# Saruman's Power?



## Odin (Feb 26, 2013)

As an Istari and the White Wizard, Saruman was said to be very powerful. And yet he allowed Isengard to be overrun by the Ents without putting any kind of fight.

And later, he seems to be powerless in the Scouring of the Shire and dies at Wormtongue's hand. Did the loss of his staff leave him so impotent? It seems strange that a wizard should die so easily. It took Durin's Bane to kill Gandalf the Grey and Gandalf the White managed to stand against the Witch-King himself.

Why was Saruman so powerless against his enemies?


----------



## morgoth145 (Feb 27, 2013)

I believe the reason for Saruman losing much of his power has to do with the fact that he forsake his mission and did not do as he was bid by the Valar, which would mean that his powers would be taken from him.
Correct me if I have forgotten anything as it has been a little while since I last read through LOTR.


----------



## Odin (Feb 27, 2013)

morgoth145 said:


> I believe the reason for Saruman losing much of his power has to do with the fact that he forsake his mission and did not do as he was bid by the Valar, which would mean that his powers would be taken from him.
> Correct me if I have forgotten anything as it has been a little while since I last read through LOTR.



Interesting view. You're suggesting that the Istari's powers are not intrinsic but rather granted to them by higher powers. This is intriguing, but if Saruman's powers are really given by the Valar why didn't they just take them the minute he turned to evil?


----------



## morgoth145 (Feb 27, 2013)

Well, to that I do not know the answer, but I believe that either the Valar, or perhaps even Eru took Saruman's powers. Perhaps Manwë did not foresee this happening? Even though many things were revealed to the Valar, not everything was.


----------



## Maiden_of Harad (Feb 27, 2013)

I thought that all the Valar and the Maia were given their powers by Eru Iluvatar, even though the Valar could give commands to the Istari.

Maybe I'm wrong.


----------



## Andreth (Feb 28, 2013)

About this subject, I think that it was as had been for Melkor and Sauron: they put their power in their creations, and so they lose it: Morgoth, at the end of the First Age, even if still very powerful, had the most of his power bounded in his creations ( Arda Marred, the orcs, the dragons, etc. ), and Sauron had it in the Ring. I suppose that Saruman had it bounded in his Uruk-hais, and they were in fact powerless against the Ents, because they were much stronger than them; so, Saruman was powerless too.
and, for Wormtongue killing him, I think that from then his power was well nigh spent: he had put it to base purposes ( tormenting the innocent hobbits ) and so was embittered and diminished, without the merest vestige of his former power... And, remember that he was given a Mortal body of an old man, as the other Istari; Gandalf managed to attack the Balrog because he used his Maia powers, that were forbidden to him as an Istar unless absolutely necessary - as the attack of the Balrog was. And Saruman was turned when Wormtongue stabbed him...


----------



## Odin (Feb 28, 2013)

Andreth said:


> About this subject, I think that it was as had been for Melkor and Sauron: they put their power in their creations, and so they lose it: Morgoth, at the end of the First Age, even if still very powerful, had the most of his power bounded in his creations ( Arda Marred, the orcs, the dragons, etc. ), and Sauron had it in the Ring. I suppose that Saruman had it bounded in his Uruk-hais, and they were in fact powerless against the Ents, because they were much stronger than them; so, Saruman was powerless too.
> and, for Wormtongue killing him, I think that from then his power was well nigh spent: he had put it to base purposes ( tormenting the innocent hobbits ) and so was embittered and diminished, without the merest vestige of his former power... And, remember that he was given a Mortal body of an old man, as the other Istari; Gandalf managed to attack the Balrog because he used his Maia powers, that were forbidden to him as an Istar unless absolutely necessary - as the attack of the Balrog was. And Saruman was turned when Wormtongue stabbed him...

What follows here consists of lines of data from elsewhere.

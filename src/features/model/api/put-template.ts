import { useMutation, useQueryClient } from '@tanstack/react-query';
import type { Model } from '@shared/schemas/api';
import type { TemplateInput } from '@shared/schemas/register';
import { analysisPath, api } from '../../../lib/api-client';
import { invalidateModel } from './invalidate';

export type Template = Model['templates'][number];

export function putTemplate(slug: string, region: string, process: string, body: TemplateInput): Promise<Template> {
  return api.put<Template>(analysisPath(slug, 'templates', region, process), body);
}

export function usePutTemplate(slug: string) {
  const queryClient = useQueryClient();
  return useMutation({
    mutationFn: ({ region, process, body }: { region: string; process: string; body: TemplateInput }) => putTemplate(slug, region, process, body),
    onSuccess: () => invalidateModel(queryClient, slug),
  });
}
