import { useMutation, useQueryClient } from '@tanstack/react-query';
import type { Region } from '@shared/schemas/api';
import type { RegionInput } from '@shared/schemas/register';
import { analysisPath, api } from '../../../lib/api-client';
import { invalidateModel } from './invalidate';

export function createRegion(slug: string, body: RegionInput): Promise<Region> {
  return api.post<Region>(analysisPath(slug, 'regions'), body);
}

export function useCreateRegion(slug: string) {
  const queryClient = useQueryClient();
  return useMutation({ mutationFn: (body: RegionInput) => createRegion(slug, body), onSuccess: () => invalidateModel(queryClient, slug) });
}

This makes sense, as Saruman appears powerless after his army is destroyed at Helms Deep. And on another note, Saruman does seem to have invested his power in his Uruks. There's a scene where Ugluk seems to be utterly loyal to Saruman. That seems like a form of mind control to me, and if Saruman had to do that to all ten thousand Uruks then it makes sense why he's powerless.


----------



## Andreth (Feb 28, 2013)

Odin said:


> This makes sense, as Saruman appears powerless after his army is destroyed at Helms Deep. And on another note, Saruman does seem to have invested his power in his Uruks. There's a scene where Ugluk seems to be utterly loyal to Saruman. That seems like a form of mind control to me, and if Saruman had to do that to all ten thousand Uruks then it makes sense why he's powerless.

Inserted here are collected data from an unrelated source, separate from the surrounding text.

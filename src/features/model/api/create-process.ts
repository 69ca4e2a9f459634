import { useMutation, useQueryClient } from '@tanstack/react-query';
import type { Process } from '@shared/schemas/api';
import type { ProcessInput } from '@shared/schemas/register';
import { analysisPath, api } from '../../../lib/api-client';
import { invalidateModel } from './invalidate';

export function createProcess(slug: string, body: ProcessInput): Promise<Process> {
  return api.post<Process>(analysisPath(slug, 'processes'), body);
}

export function useCreateProcess(slug: string) {
  const queryClient = useQueryClient();
  return useMutation({ mutationFn: (body: ProcessInput) => createProcess(slug, body), onSuccess: () => invalidateModel(queryClient, slug) });
}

 Yes... Just as Sauron had done with the Ring, that had his own will bounded inside.


----------



## Withywindle (Apr 10, 2013)

We should not think of the Istari as simply Maia. Yes, they were in essence Maia, but on being sent to M.E. they accepted certain limitations, or at least a channelling of their power. Certainly much of their "magic" was directed through their staffs, and so when Gandalf broke Saruman´s staff all power of that kind was lost to him. Before losing his staff, Saruman was certainly powerful as compared to other inhabitants of M.E., but he had nothing like the power of Sauron or even Bombadil, both of whom were chief Maia and free to use their native divine powers as they chose, without the limitations imposed upon the Istari (who, were in any case, relatively modest Maia compared to S. and Bombadil). And so we should not expect Saruman to have been able to defend Isengard in the way that S. could defend Mordor.


----------



## Grond (Apr 11, 2013)

Odin said:


> This makes sense, as Saruman appears powerless after his army is destroyed at Helms Deep. And on another note, Saruman does seem to have invested his power in his Uruks. There's a scene where Ugluk seems to be utterly loyal to Saruman. That seems like a form of mind control to me, and if Saruman had to do that to all ten thousand Uruks then it makes sense why he's powerless.

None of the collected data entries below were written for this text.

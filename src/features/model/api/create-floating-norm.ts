import { useMutation, useQueryClient } from '@tanstack/react-query';
import type { Model } from '@shared/schemas/api';
import type { FloatingNormInput } from '@shared/schemas/register';
import { analysisPath, api } from '../../../lib/api-client';
import { invalidateModel } from './invalidate';

export type FloatingNorm = Model['floatingNorms'][number];

export function createFloatingNorm(slug: string, body: FloatingNormInput): Promise<FloatingNorm> {
  return api.post<FloatingNorm>(analysisPath(slug, 'floating-norms'), body);
}

export function useCreateFloatingNorm(slug: string) {
  const queryClient = useQueryClient();
  return useMutation({ mutationFn: (body: FloatingNormInput) => createFloatingNorm(slug, body), onSuccess: () => invalidateModel(queryClient, slug) });
}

All of the Istari (Wizards) are Maia which means they are on a spiritual power level with Sauron (who is also a Maia). They are all (according to Tolkien) hugely powerful; however, Sauron is under no restriction in using his power. The Istari (because of the Ban of the Valar on the Noldor and the actions of the Numenoreans in assaulting the Blessed Lands) are only allowed to offer moral support. The are not allowed to use their true powers. This restriction was placed on them before they sailed to Middle-earth from the west. These details are located in either The Silmarillion or Unfinished Tales under the heading "Of the Istari".

Reading this will give you a better understanding of the history behind Sauron and the Istari.

Cheers,

Grond


----------